== Segment start ==

//! Net cooling power against surface temperature, with zero, the ambient temperature, the
//! surface temperature of the balance and the steady temperature (P_net = 0) marked.

use crate::report::radiator::RadiatorMetric;
use plotters::coord::Shift;
use plotters::element::DashedPathElement;
use plotters::prelude::*;
use plotters::style::text_anchor::{HPos, VPos};

use super::{edges, padded_axis, px_x, px_y};
use crate::app::widgets::plot::palette::*;
use crate::app::widgets::plot::{
    chart, draw_boxed_text, draw_caption, draw_legend_row, draw_tag, err, tick_target, AxisSpec, Frame, Look,
};
use crate::view::radiator::RadiatorView;

pub fn draw<DB: DrawingBackend>(root: &DrawingArea<DB, Shift>, c: &RadiatorView, look: &Look) -> Result<Frame, String> {
    root.fill(&WHITE).map_err(err)?;
    draw_caption(root, look)?;
    let (w, h) = root.dim_in_pixel();
    let sc = &c.scenario;
    let r = &c.report;
    let (from, to) = (sc.curve_from_k, sc.curve_to_k);
    let lo = c.curve.iter().map(|p| p.net).fold(0.0f64, f64::min);
    let hi = c.curve.iter().map(|p| p.net).fold(0.0f64, f64::max);
    let x = AxisSpec::new(from, to, tick_target(look, w, 80.0), "Surface temperature", "K", false);
    let y = padded_axis(lo, hi.max(lo + 1.0), tick_target(look, h, 48.0), "Net cooling power P_net", "W/m²");
    let (mut chart, frame) = chart(root, look, &x, &y, true)?;
    let plot = root.clone();
    let (left, top, right, bottom) = edges(&frame);
    let thin = look.px(1.0).max(1) as u32;

    let zero = px_y(&frame, look, 0.0);
    plot.draw(&PathElement::new(vec![(left, zero), (right, zero)], INK.stroke_width(look.px(1.2).max(1) as u32)))
        .map_err(err)?;
    let ta = r.ambient_temp_k;
    if ta >= from && ta <= to {
        let px = px_x(&frame, look, ta);
        plot.draw(&DashedPathElement::new(
            vec![(px, top), (px, bottom)],
            look.px(5.0),
            look.px(4.0),
            AIR.stroke_width(thin),
        ))
        .map_err(err)?;
    }
    chart
        .draw_series(LineSeries::new(
            c.curve.iter().map(|p| (p.temp_k, p.net)),
            CURVE.stroke_width(look.px(2.2).max(1) as u32),
        ))
        .map_err(err)?;

    // the balance's own surface temperature
    let ts = r.surface_temp_k;
    if ts >= from && ts <= to {
        let (px, py) = (px_x(&frame, look, ts), px_y(&frame, look, r.net_w_m2));
        plot.draw(&Circle::new((px, py), look.px(4.5), EMITTED.filled())).map_err(err)?;
        plot.draw(&Circle::new((px, py), look.px(4.5), WHITE.stroke_width(look.px(1.5).max(1) as u32))).map_err(err)?;
    }
    // the steady temperature, or where it lies
    match r.steady_temp_k {
        Some(t) if t >= from && t <= to => {
            let (px, py) = (px_x(&frame, look, t), px_y(&frame, look, 0.0));
            let s = look.px(6.0);
            plot.draw(&Polygon::new(vec![(px, py - s), (px + s, py), (px, py + s), (px - s, py)], BEST.filled()))
                .map_err(err)?;
            draw_tag(
                &plot,
                look,
                &format!("steady {}", r.display(RadiatorMetric::SteadyTemp)),
                px,
                top,
                left,
                right,
                &BEST,
            )?;
        }
        _ => {
            let text = match r.steady_temp_k {
                Some(t) if t < from => format!("steady {} — below this range ◂", r.display(RadiatorMetric::SteadyTemp)),
                Some(_) => format!("steady {} — above this range ▸", r.display(RadiatorMetric::SteadyTemp)),
                None => format!("steady temperature: {}", r.steady_text()),
            };
            let right_side = r.steady_temp_k.is_some_and(|t| t > to);
            let (anchor, ax) =
                if right_side { (HPos::Right, right - look.px(4.0)) } else { (HPos::Left, left + look.px(4.0)) };
            draw_boxed_text(
                &plot,
                look,
                &text,
                ax,
                top + look.px(4.0),
                anchor,
                VPos::Top,
                &BEST,
                (left, top, right, bottom),
            )?;
        }
    }

    if look.legend {
        let lx = left + look.px(14.0);
        let ly = bottom - look.px(60.0);
        draw_legend_row(&plot, look, lx, ly, &CURVE, false, "net cooling power P_net(T) (> 0 cools)")?;
        draw_legend_row(
            &plot,
            look,
            lx,
            ly + look.px(20.0),
            &AIR,
            false,
            &format!("ambient {}", r.display(RadiatorMetric::AmbientTemp)),
        )?;
        draw_legend_row(
            &plot,
            look,
            lx,
            ly + look.px(40.0),
            &EMITTED,
            false,
            &format!("balance at {}: {}", r.display(RadiatorMetric::SurfaceTemp), r.display(RadiatorMetric::NetPower)),
        )?;
    }
    Ok(frame)
}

== Segment end ==

Show each line of the records above containing "crate".

use crate::report::radiator::RadiatorMetric;
use crate::app::widgets::plot::palette::*;
use crate::app::widgets::plot::{
use crate::view::radiator::RadiatorView;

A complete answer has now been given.